Data START

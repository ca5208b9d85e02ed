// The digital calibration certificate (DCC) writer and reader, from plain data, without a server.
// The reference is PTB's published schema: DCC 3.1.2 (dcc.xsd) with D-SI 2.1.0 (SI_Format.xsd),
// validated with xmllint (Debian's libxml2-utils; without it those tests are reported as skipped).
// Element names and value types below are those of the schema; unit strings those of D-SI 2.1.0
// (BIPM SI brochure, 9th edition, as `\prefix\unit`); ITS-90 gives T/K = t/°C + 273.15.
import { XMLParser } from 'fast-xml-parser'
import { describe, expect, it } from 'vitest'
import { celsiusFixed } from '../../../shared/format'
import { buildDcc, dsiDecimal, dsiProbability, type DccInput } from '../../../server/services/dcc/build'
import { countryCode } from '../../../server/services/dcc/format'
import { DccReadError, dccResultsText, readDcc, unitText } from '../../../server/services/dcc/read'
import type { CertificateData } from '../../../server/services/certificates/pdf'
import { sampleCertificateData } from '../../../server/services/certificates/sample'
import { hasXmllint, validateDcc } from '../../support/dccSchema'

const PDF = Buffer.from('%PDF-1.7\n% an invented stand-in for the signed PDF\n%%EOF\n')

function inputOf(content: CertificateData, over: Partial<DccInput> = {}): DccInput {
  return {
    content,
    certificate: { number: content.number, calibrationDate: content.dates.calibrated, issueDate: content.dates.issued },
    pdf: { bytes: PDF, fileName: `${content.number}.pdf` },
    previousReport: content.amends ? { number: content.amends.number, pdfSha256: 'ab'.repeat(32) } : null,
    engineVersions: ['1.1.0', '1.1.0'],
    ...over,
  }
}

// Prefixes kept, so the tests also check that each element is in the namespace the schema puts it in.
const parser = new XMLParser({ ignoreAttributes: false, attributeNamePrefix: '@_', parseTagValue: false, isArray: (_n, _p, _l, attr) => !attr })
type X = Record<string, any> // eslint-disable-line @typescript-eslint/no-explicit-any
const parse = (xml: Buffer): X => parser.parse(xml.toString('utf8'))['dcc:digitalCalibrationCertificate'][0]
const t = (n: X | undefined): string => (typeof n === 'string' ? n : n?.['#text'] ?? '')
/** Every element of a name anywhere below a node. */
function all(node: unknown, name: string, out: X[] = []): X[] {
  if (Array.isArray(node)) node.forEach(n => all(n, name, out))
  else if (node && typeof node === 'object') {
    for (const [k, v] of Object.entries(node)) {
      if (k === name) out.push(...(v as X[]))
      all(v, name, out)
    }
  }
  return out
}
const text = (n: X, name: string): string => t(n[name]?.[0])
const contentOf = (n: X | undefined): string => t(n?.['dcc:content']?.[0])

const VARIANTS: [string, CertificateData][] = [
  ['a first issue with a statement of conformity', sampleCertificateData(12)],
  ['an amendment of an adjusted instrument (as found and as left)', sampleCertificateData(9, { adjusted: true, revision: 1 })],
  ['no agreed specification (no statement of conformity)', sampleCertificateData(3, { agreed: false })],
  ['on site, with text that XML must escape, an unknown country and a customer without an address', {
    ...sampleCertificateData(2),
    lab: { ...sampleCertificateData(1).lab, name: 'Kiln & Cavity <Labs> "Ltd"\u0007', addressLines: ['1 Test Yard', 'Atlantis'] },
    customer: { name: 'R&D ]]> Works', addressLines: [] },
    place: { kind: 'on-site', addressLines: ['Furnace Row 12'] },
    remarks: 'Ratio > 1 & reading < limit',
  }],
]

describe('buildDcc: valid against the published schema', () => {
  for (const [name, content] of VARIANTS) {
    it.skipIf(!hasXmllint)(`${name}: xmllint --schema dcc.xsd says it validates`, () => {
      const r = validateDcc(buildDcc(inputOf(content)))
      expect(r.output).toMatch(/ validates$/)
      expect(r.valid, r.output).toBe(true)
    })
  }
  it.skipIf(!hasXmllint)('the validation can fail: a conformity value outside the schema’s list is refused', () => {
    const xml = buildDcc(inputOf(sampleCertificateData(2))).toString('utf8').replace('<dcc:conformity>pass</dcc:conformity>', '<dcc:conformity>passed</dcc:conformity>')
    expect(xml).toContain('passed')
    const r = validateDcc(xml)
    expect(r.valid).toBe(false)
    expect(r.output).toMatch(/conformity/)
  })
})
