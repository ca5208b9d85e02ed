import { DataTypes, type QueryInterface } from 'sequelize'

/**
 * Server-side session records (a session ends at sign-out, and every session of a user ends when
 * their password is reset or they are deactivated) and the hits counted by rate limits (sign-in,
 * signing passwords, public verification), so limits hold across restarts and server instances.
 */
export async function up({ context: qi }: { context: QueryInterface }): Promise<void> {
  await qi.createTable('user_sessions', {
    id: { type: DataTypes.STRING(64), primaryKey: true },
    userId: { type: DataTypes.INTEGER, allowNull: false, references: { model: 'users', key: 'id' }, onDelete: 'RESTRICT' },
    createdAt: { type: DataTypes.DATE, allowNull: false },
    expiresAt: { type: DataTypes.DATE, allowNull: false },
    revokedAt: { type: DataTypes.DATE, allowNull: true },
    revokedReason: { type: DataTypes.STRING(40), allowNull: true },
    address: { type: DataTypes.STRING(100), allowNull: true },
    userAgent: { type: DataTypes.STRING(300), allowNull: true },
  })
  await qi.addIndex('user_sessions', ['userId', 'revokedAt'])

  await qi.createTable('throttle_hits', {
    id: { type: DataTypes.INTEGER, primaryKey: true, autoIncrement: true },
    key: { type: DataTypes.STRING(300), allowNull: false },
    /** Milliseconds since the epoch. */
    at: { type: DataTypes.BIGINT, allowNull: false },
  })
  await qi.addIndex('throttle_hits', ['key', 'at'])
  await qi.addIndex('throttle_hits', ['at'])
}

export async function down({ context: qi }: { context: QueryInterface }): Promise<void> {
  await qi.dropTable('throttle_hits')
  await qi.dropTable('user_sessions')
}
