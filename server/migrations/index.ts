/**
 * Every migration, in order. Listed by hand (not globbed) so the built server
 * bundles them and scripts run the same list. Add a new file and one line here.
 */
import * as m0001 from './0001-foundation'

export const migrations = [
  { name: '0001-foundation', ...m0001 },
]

Data END

What is expected: "The reference is" marks the last line to print; print everything from the first line of the data through that line, unchanged, and nothing more.

Expected answer:
repository ca5208b9d85e02ed
// The digital calibration certificate (DCC) writer and reader, from plain data, without a server.
// The reference is PTB's published schema: DCC 3.1.2 (dcc.xsd) with D-SI 2.1.0 (SI_Format.xsd),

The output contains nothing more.